You get that a lot. Even Beethoven was mightily peeved that his most popular work during his lifetime was the early period Septet. Then there was Rachmaninov who was not happy at that famous prelude of his - I think the one in C Sharp minor - overshadowing his other things. Same with Sibelius' Valse Triste. Gounod, who's been mentioned, always wanted to do something more profound and lofty (Germanic?) than Faust which he thought did not show his maximum potential. I think Ravel wasn't happy with the fame of Bolero, there's that overshadowing/eclipsing thing there too.

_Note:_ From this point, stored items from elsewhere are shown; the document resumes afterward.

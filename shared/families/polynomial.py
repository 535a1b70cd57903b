"""polynomial: value = c0 + c1 r + ... + cd r^d, degree 2..10. Load cells, pressure transducers."""

from __future__ import annotations

from typing import Any

from shared.errors import BadInput
from shared.families._monomial import MonomialFamily
from shared.families.base import Options, check_known_options

MIN_DEGREE, MAX_DEGREE = 2, 10


class Polynomial(MonomialFamily):
    def check_options(self, options: Options) -> dict[str, Any]:
        opts = check_known_options(self.name, options, self.options)
        degree = opts["degree"]
        if isinstance(degree, bool) or not isinstance(degree, int):
            raise BadInput(f"polynomial: degree must be an integer {MIN_DEGREE}..{MAX_DEGREE}")
        if not MIN_DEGREE <= degree <= MAX_DEGREE:
            raise BadInput(f"polynomial: degree {degree} is outside {MIN_DEGREE}..{MAX_DEGREE}")
        if not isinstance(opts["through_zero"], bool):
            raise BadInput("polynomial: through_zero must be true or false")
        return opts


FAMILY = Polynomial(
    name="polynomial",
    formula="value = c0 + c1·r + … + cd·r^d   (degree d = 2..10)",
    typical="load cell, pressure transducer",
    options={"degree": 2, "through_zero": False},
)
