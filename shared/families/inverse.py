"""inverse: value = k / r + v0. Infrared rangefinders in their far region, any 1/r response.

Linear in its parameters (k, v0), so it is solved in closed form: weighted least squares on the
basis [s / r, 1] with s = min |r| (the first column then lies in (0, 1]), mapped back exactly to
k = s * coefficient. The curve has a pole at r = 0, so every reading must lie on one side of it:
readings of both signs, or a reading of 0, are rejected.
"""

from __future__ import annotations

from collections.abc import Mapping
from types import MappingProxyType
from typing import Any

import numpy as np

from shared.errors import BadInput
from shared.families.base import (
    Array,
    Options,
    Solution,
    check_known_options,
    weighted_lstsq,
)


def check_one_side_of_zero(family: str, reading: Array) -> None:
    """BadInput unless every reading is non-zero and all of them share one sign."""
    if np.any(reading == 0):
        raise BadInput(
            f"{family}: a reading is 0, where the curve k / r has its pole; every reading must "
            "be non-zero and all of one sign"
        )
    if reading.min() < 0 < reading.max():
        raise BadInput(
            f"{family}: the readings have both signs ({reading.min():.6g} .. {reading.max():.6g});"
            " the pole of k / r at r = 0 lies between them"
        )


class Inverse:
    """value = k / r + v0; k in value units x reading units, v0 in value units."""

    name = "inverse"
    formula = "value = k / r + v0"
    typical = "IR rangefinder, far region"
    options: Mapping[str, Any] = MappingProxyType({})
    foldback = True

    def check_options(self, options: Options) -> dict[str, Any]:
        return check_known_options(self.name, options, self.options)

    def param_names(self, options: Options) -> tuple[str, ...]:
        return ("k", "v0")

    def evaluate(self, params: Array, reading: Array, options: Options) -> Array:
        """k / r + v0; NaN at the pole r = 0."""
        k, v0 = params
        inv = self._inverse(reading)
        out: Array = k * inv + v0
        return out

    def jacobian(self, params: Array, reading: Array, options: Options) -> Array:
        """[1 / r, 1]; NaN at the pole r = 0."""
        inv = self._inverse(reading)
        return np.stack([inv, np.where(np.isnan(inv), np.nan, 1.0)], axis=-1)

    def slope(self, params: Array, reading: Array, options: Options) -> Array:
        """d value / d r = -k / r^2; NaN at the pole r = 0."""
        inv = self._inverse(reading)
        out: Array = -params[0] * inv**2
        return out

    @staticmethod
    def _inverse(reading: Array) -> Array:
        nonzero = reading != 0
        return np.where(nonzero, 1.0 / np.where(nonzero, reading, 1.0), np.nan)

    def solve(self, reading: Array, value: Array, weight: Array, options: Options) -> Solution:
        check_one_side_of_zero(self.name, reading)
        scale = float(np.abs(reading).min())
        design = np.stack([scale / reading, np.ones_like(reading)], axis=-1)
        coef, cov = weighted_lstsq(design, value, weight)
        to_raw = np.diag([scale, 1.0])
        return Solution(params=to_raw @ coef, cov_unscaled=to_raw @ cov @ to_raw)


FAMILY = Inverse()
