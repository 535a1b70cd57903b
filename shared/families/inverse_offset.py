"""inverse_offset: value = k / (r + r0) + v0. Infrared triangulation rangefinders.

Only r0 enters non-linearly, so it is found by variable projection: for each trial r0 the linear
parameters (k, v0) are solved exactly, and the residual sum of squares is minimised over r0 alone
(a log-spaced scan, then a bounded scalar search). A final Gauss–Newton polish of all three
parameters with the analytic Jacobian gives the estimate the covariance is taken at. The search
keeps r + r0 > 0 over the points, so the curve has no pole inside the calibrated range.
"""

from __future__ import annotations

from collections.abc import Mapping
from types import MappingProxyType
from typing import Any

import numpy as np
from scipy.optimize import least_squares, minimize_scalar

from shared.errors import SingularFit
from shared.families.base import (
    Array,
    Options,
    Solution,
    check_known_options,
    unscaled_covariance,
)

SCAN = np.logspace(-4, 4, 81)  # (r_min + r0) as a multiple of the reading span


class InverseOffset:
    name = "inverse_offset"
    formula = "value = k / (r + r0) + v0"
    typical = "infrared rangefinder"
    options: Mapping[str, Any] = MappingProxyType({})
    foldback = True

    def check_options(self, options: Options) -> dict[str, Any]:
        return check_known_options(self.name, options, self.options)

    def param_names(self, options: Options) -> tuple[str, ...]:
        return ("k", "r0", "v0")

    def evaluate(self, params: Array, reading: Array, options: Options) -> Array:
        k, r0, v0 = params
        out: Array = k / (reading + r0) + v0
        return out

    def jacobian(self, params: Array, reading: Array, options: Options) -> Array:
        k, r0, _ = params
        inv = 1.0 / (reading + r0)
        return np.stack([inv, -k * inv**2, np.ones_like(reading)], axis=-1)

    def slope(self, params: Array, reading: Array, options: Options) -> Array:
        """d value / d reading = -k / (r + r0)^2."""
        k, r0, _ = params
        inv = 1.0 / (np.asarray(reading, dtype=float) + r0)
        out: Array = -k * inv * inv
        return out

    def slope_jacobian(self, params: Array, reading: Array, options: Options) -> Array:
        """d slope / d (k, r0, v0) = (-1/(r + r0)^2, 2k/(r + r0)^3, 0)."""
        k, r0, _ = params
        inv = 1.0 / (np.asarray(reading, dtype=float) + r0)
        return np.stack([-(inv**2), 2.0 * k * inv**3, np.zeros_like(inv)], axis=-1)

    def solve(self, reading: Array, value: Array, weight: Array, options: Options) -> Solution:
        r_min = float(reading.min())
        span = float(np.ptp(reading)) or abs(r_min) or 1.0
        sw = np.sqrt(weight)

        w_total = float(weight.sum())
        v_mean = float(weight @ value) / w_total
        dv = value - v_mean

        def projected(log_d: Array) -> tuple[Array, Array, Array]:
            """Cost, k, v0 for each trial (r_min + r0) = exp(log_d) * span, closed form."""
            r0 = np.exp(np.atleast_1d(log_d))[:, None] * span - r_min
            x = 1.0 / (reading + r0)
            dx = x - (x @ weight)[:, None] / w_total
            k = ((dx * dv) @ weight) / ((dx * dx) @ weight)
            resid = dv - k[:, None] * dx
            v0 = v_mean - k * (x @ weight) / w_total
            return (resid * resid) @ weight, k, v0

        logs = np.log(SCAN)
        costs = projected(logs)[0]
        best = int(np.argmin(costs))
        if best == len(logs) - 1:
            raise SingularFit(
                "inverse_offset: the points show no curvature (r0 runs to infinity); "
                "a line fits them as well"
            )
        lo, hi = logs[max(best - 1, 0)], logs[min(best + 1, len(logs) - 1)]
        found = minimize_scalar(
            lambda x: float(projected(x)[0][0]),
            bounds=(lo, hi),
            method="bounded",
            options={"xatol": 1e-10},
        )
        _, k_best, v0_best = projected(found.x)
        start = np.array([k_best[0], np.exp(found.x) * span - r_min, v0_best[0]])
        if not np.all(np.isfinite(start)):  # numbers so large that the start overflows
            raise SingularFit(
                "inverse_offset: no finite starting curve for these points (values or readings "
                "too large to fit in double precision)"
            )

        def resid(p: Array) -> Array:
            return (self.evaluate(p, reading, options) - value) * sw

        def jac(p: Array) -> Array:
            return self.jacobian(p, reading, options) * sw[:, None]

        polished = least_squares(
            resid, start, jac=jac, method="lm", x_scale="jac", xtol=1e-15, ftol=1e-15, gtol=1e-15
        )
        params = polished.x if polished.cost <= 0.5 * found.fun else start
        params = self._newton_finish(params, reading, value, weight)
        if np.any(reading + params[1] <= 0):
            raise SingularFit("inverse_offset: the fitted pole r = -r0 lies inside the readings")
        cov = unscaled_covariance(self.jacobian(params, reading, options), weight)
        return Solution(params=np.asarray(params, dtype=float), cov_unscaled=cov)

    def _newton_finish(self, params: Array, reading: Array, value: Array, weight: Array) -> Array:
        """A few full Newton steps (Hessian with the second-derivative term) from the LM result.

        Levenberg–Marquardt stops once it cannot see the cost fall; Newton lands on the minimum
        to rounding, which makes ``fit`` and the batched ``fit_many`` agree to ~1e-12.
        """
        p = np.asarray(params, dtype=float)
        cost = float(weight @ (self.evaluate(p, reading, {}) - value) ** 2)
        for _ in range(NEWTON_STEPS):
            k, r0, _ = p
            inv = 1.0 / (reading + r0)
            e = self.evaluate(p, reading, {}) - value
            jac = np.stack([inv, -k * inv**2, np.ones_like(reading)], axis=-1)
            gauss_newton = jac.T @ (jac * weight[:, None])
            we = weight * e
            # second derivatives of f: d2f/dk dr0 = -1/(r+r0)^2, d2f/dr0^2 = 2k/(r+r0)^3
            hess = gauss_newton.copy()
            hess[0, 1] += float(we @ (-(inv**2)))
            hess[1, 0] = hess[0, 1]
            hess[1, 1] += float(we @ (2.0 * k * inv**3))
            if np.min(np.linalg.eigvalsh(hess)) <= 0:  # not a minimum's curvature: Gauss-Newton
                hess = gauss_newton
            try:
                step = np.linalg.solve(hess, -(jac.T @ we))
            except np.linalg.LinAlgError:
                break
            trial = p + step
            if not np.all(np.isfinite(trial)) or np.any(reading + trial[1] <= 0):
                break
            trial_cost = float(weight @ (self.evaluate(trial, reading, {}) - value) ** 2)
            # near the minimum the cost changes below its rounding; only a clear rise rejects
            if trial_cost > cost * (1.0 + 1e-10):
                break
            p, cost = trial, min(cost, trial_cost)
            if np.max(np.abs(jac @ step)) <= 1e-13 * np.max(np.abs(value)):
                break
        return p


NEWTON_STEPS = 4
FAMILY = InverseOffset()
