"""table: a monotone piecewise-linear curve through the points. The model-free fallback.

Knots r_0 < r_1 < ... < r_{K-1} are the distinct used readings, in increasing order; the
parameters v0 .. v{K-1} are the values at the knots (value units), and between knots the value is
interpolated linearly (``numpy.interp``; outside the knots it stays at the end values, but the
valid range of a fit is the span of the knots anyway). The curve is linear in its parameters
(v = sum_k v_k h_k(r), h_k the hat functions), so the weighted least squares is closed form: each
v_k is the weighted mean of the values measured at r_k, and repeats at a reading are averaged by
the least squares itself.

The knots come from the data: fit() sets the option ``knots`` (a list of floats, so the Fit and
its JSON carry them) through ``bind_options``, after the exclusions are known. Given explicitly,
``knots`` must equal the distinct used readings (so refitting with a Fit's own options works).

With no repeated readings the table has as many parameters as points and no residual is left to
estimate the uncertainty from (``interpolates = True``): fit() then needs stated uncertainties
(u_value / u_reading), and reports dof 0. With repeats the covariance comes from the scatter
around the knot means as usual.

A lookup table for firmware must be monotone, so knot values that are not (after the averaging)
are an error naming the readings where the direction reverses.
"""

from __future__ import annotations

import math
from collections.abc import Mapping
from itertools import pairwise
from numbers import Real
from types import MappingProxyType
from typing import Any

import numpy as np

from shared.errors import BadInput
from shared.families.base import (
    Array,
    Options,
    Solution,
    check_known_options,
    weighted_lstsq,
)


def _knots(options: Options) -> Array:
    knots = options.get("knots")
    if knots is None:
        raise BadInput("table: the knots are not set (fit() sets them from the points)")
    return np.asarray(knots, dtype=float)


def hat_basis(knots: Array, reading: Array) -> Array:
    """h_k(r) for every reading (rows) and knot (columns): the Jacobian of the interpolation.

    Outside the knots the first (last) hat is 1, as ``numpy.interp`` holds the end values.
    """
    r = np.asarray(reading, dtype=float)
    out = np.zeros((*r.shape, knots.size))
    if knots.size == 1:
        out[...] = 1.0
        return out
    seg = np.clip(np.searchsorted(knots, r, side="right") - 1, 0, knots.size - 2)
    frac = np.clip((r - knots[seg]) / (knots[seg + 1] - knots[seg]), 0.0, 1.0)
    np.put_along_axis(out, seg[..., None], (1.0 - frac)[..., None], axis=-1)
    np.put_along_axis(out, seg[..., None] + 1, frac[..., None], axis=-1)
    return out


class Table:
    """value = the linear interpolation of (knot reading, v_k); knots in ``options["knots"]``."""

    name = "table"
    formula = "value = linear interpolation between (r_k, v_k), r_k the distinct readings"
    typical = "any monotone sensor (model-free fallback)"
    options: Mapping[str, Any] = MappingProxyType({"knots": None})
    foldback = False
    interpolates = True

    def check_options(self, options: Options) -> dict[str, Any]:
        opts = check_known_options(self.name, options, self.options)
        knots = opts["knots"]
        if knots is None:
            return opts
        if isinstance(knots, str | bytes) or not hasattr(knots, "__iter__"):
            raise BadInput(f"table: knots must be a list of readings, not {knots!r}")
        items = list(knots)
        if not all(isinstance(k, Real) and not isinstance(k, bool) for k in items) or not all(
            math.isfinite(float(k)) for k in items
        ):
            raise BadInput("table: knots must be finite numbers")
        values = [float(k) for k in items]
        if any(b <= a for a, b in pairwise(values)):
            raise BadInput("table: knots must be strictly increasing")
        opts["knots"] = values
        return opts

    def bind_options(self, reading: Array, value: Array, options: Options) -> dict[str, Any]:
        """Set ``knots`` to the distinct used readings, in increasing order."""
        knots = [float(k) for k in np.unique(reading)]
        given = options.get("knots")
        if given is not None and list(given) != knots:
            raise BadInput(
                "table: the knots are the distinct readings of the used points "
                f"({len(knots)} of them); the knots given ({len(given)}) differ: leave them out"
            )
        return {**options, "knots": knots}

    def param_names(self, options: Options) -> tuple[str, ...]:
        """v0 .. v{K-1}, one value per knot (none before fit() has set the knots)."""
        knots = options.get("knots")
        return tuple(f"v{k}" for k in range(0 if knots is None else len(knots)))

    def evaluate(self, params: Array, reading: Array, options: Options) -> Array:
        out: Array = np.interp(np.asarray(reading, dtype=float), _knots(options), params)
        return out

    def jacobian(self, params: Array, reading: Array, options: Options) -> Array:
        """d value / d v_k = h_k(r), the hat functions."""
        return hat_basis(_knots(options), reading)

    def slope(self, params: Array, reading: Array, options: Options) -> Array:
        """d value / d r: the segment's slope; at an inner knot the mean of the two segments'
        (what a central difference gives); 0 outside the knots, where the table is held flat."""
        knots = _knots(options)
        r = np.asarray(reading, dtype=float)
        if knots.size < 2:
            return np.zeros(r.shape)
        seg_slope = np.diff(params) / np.diff(knots)
        seg = np.clip(np.searchsorted(knots, r, side="right") - 1, 0, knots.size - 2)
        out = seg_slope[seg]
        at = np.searchsorted(knots, r)
        inner = (at > 0) & (at < knots.size - 1)
        on_inner_knot = inner & (knots[np.minimum(at, knots.size - 1)] == r)
        idx = np.minimum(at, knots.size - 2)
        out = np.where(on_inner_knot, 0.5 * (seg_slope[idx - 1] + seg_slope[idx]), out)
        result: Array = np.where((r < knots[0]) | (r > knots[-1]), 0.0, out)
        return result

    def solve(self, reading: Array, value: Array, weight: Array, options: Options) -> Solution:
        knots = _knots(options)
        coef, cov = weighted_lstsq(hat_basis(knots, reading), value, weight)
        steps = np.diff(coef)
        rising = float(coef[-1] - coef[0]) >= 0
        wrong = np.flatnonzero(steps < 0 if rising else steps > 0)
        if wrong.size:
            where = "; ".join(
                f"{coef[i]:.6g} at r = {knots[i]:.6g} -> "
                f"{coef[i + 1]:.6g} at r = {knots[i + 1]:.6g}"
                for i in wrong[:5]
            )
            raise BadInput(
                f"table: the values are not monotone in the reading (the curve "
                f"{'rises' if rising else 'falls'} overall but turns back: {where}"
                f"{' ...' if wrong.size > 5 else ''}); a lookup table must be monotone"
            )
        return Solution(params=coef, cov_unscaled=cov)


FAMILY = Table()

Brahms thought the Hungarian Dances to be not worthy of an opus number (and they are in truth little more than arrangement and embellishments on tunes that gypsies played in city cafes and so on) but these kinds of 'salon' works tended to fund the more meaty/serious works by composers which didn't make a mint. & if I remember correctly, due to some copyrighting error, Astor Piazzolla didn't make a cent (or not much) from his ubiquitous Libertango. I definitely know that Sibelius and Rachmaninov gave up their rights to the two pieces I mentioned for a one-off trifling fee, they didn't know these would become so big, and they where forever kicking themselves afterwards. Like turning down a goldmine, but it shows even they can't predict what will become a hit.

So seems success can be a burden...and a blessing. DEpending on how you look at it. Mascagni said something like "I got my crown before I became king." An apt quote here.


----------



## moody (Nov 5, 2011)

Taggart said:


> One is sorely tempted to go into a riff along the lines of "when I were a lad, we had steam radio and thought ourselves lucky, and the school was ten miles away and clogs were for Sundays ..".


Quite true,but we enjoyed the dry bread when we managed to get home.


----------



## moody (Nov 5, 2011)

Sid James said:


> You get that a lot. Even Beethoven was mightily peeved that his most popular work during his lifetime was the early period Septet. Then there was Rachmaninov who was not happy at that famous prelude of his - I think the one in C Sharp minor - overshadowing his other things. Same with Sibelius' Valse Triste. Gounod, who's been mentioned, always wanted to do something more profound and lofty (Germanic?) than Faust which he thought did not show his maximum potential. I think Ravel wasn't happy with the fame of Bolero, there's that overshadowing/eclipsing thing there too. Brahms thought the Hungarian Dances to be not worthy of an opus number (and they are in truth little more than arrangement and embellishments on tunes that gypsies played in city cafes and so on) but these kinds of 'salon' works tended to fund the more meaty/serious works by composers which didn't make a mint. & if I remember correctly, due to some copyrighting error, Astor Piazzolla didn't make a cent (or not much) from his ubiquitous Libertango. I definitely know that Sibelius and Rachmaninov gave up their rights to the two pieces I mentioned for a one-off trifling fee, they didn't know these would become so big, and they where forever kicking themselves afterwards. Like turning down a goldmine, but it shows even they can't predict what will become a hit...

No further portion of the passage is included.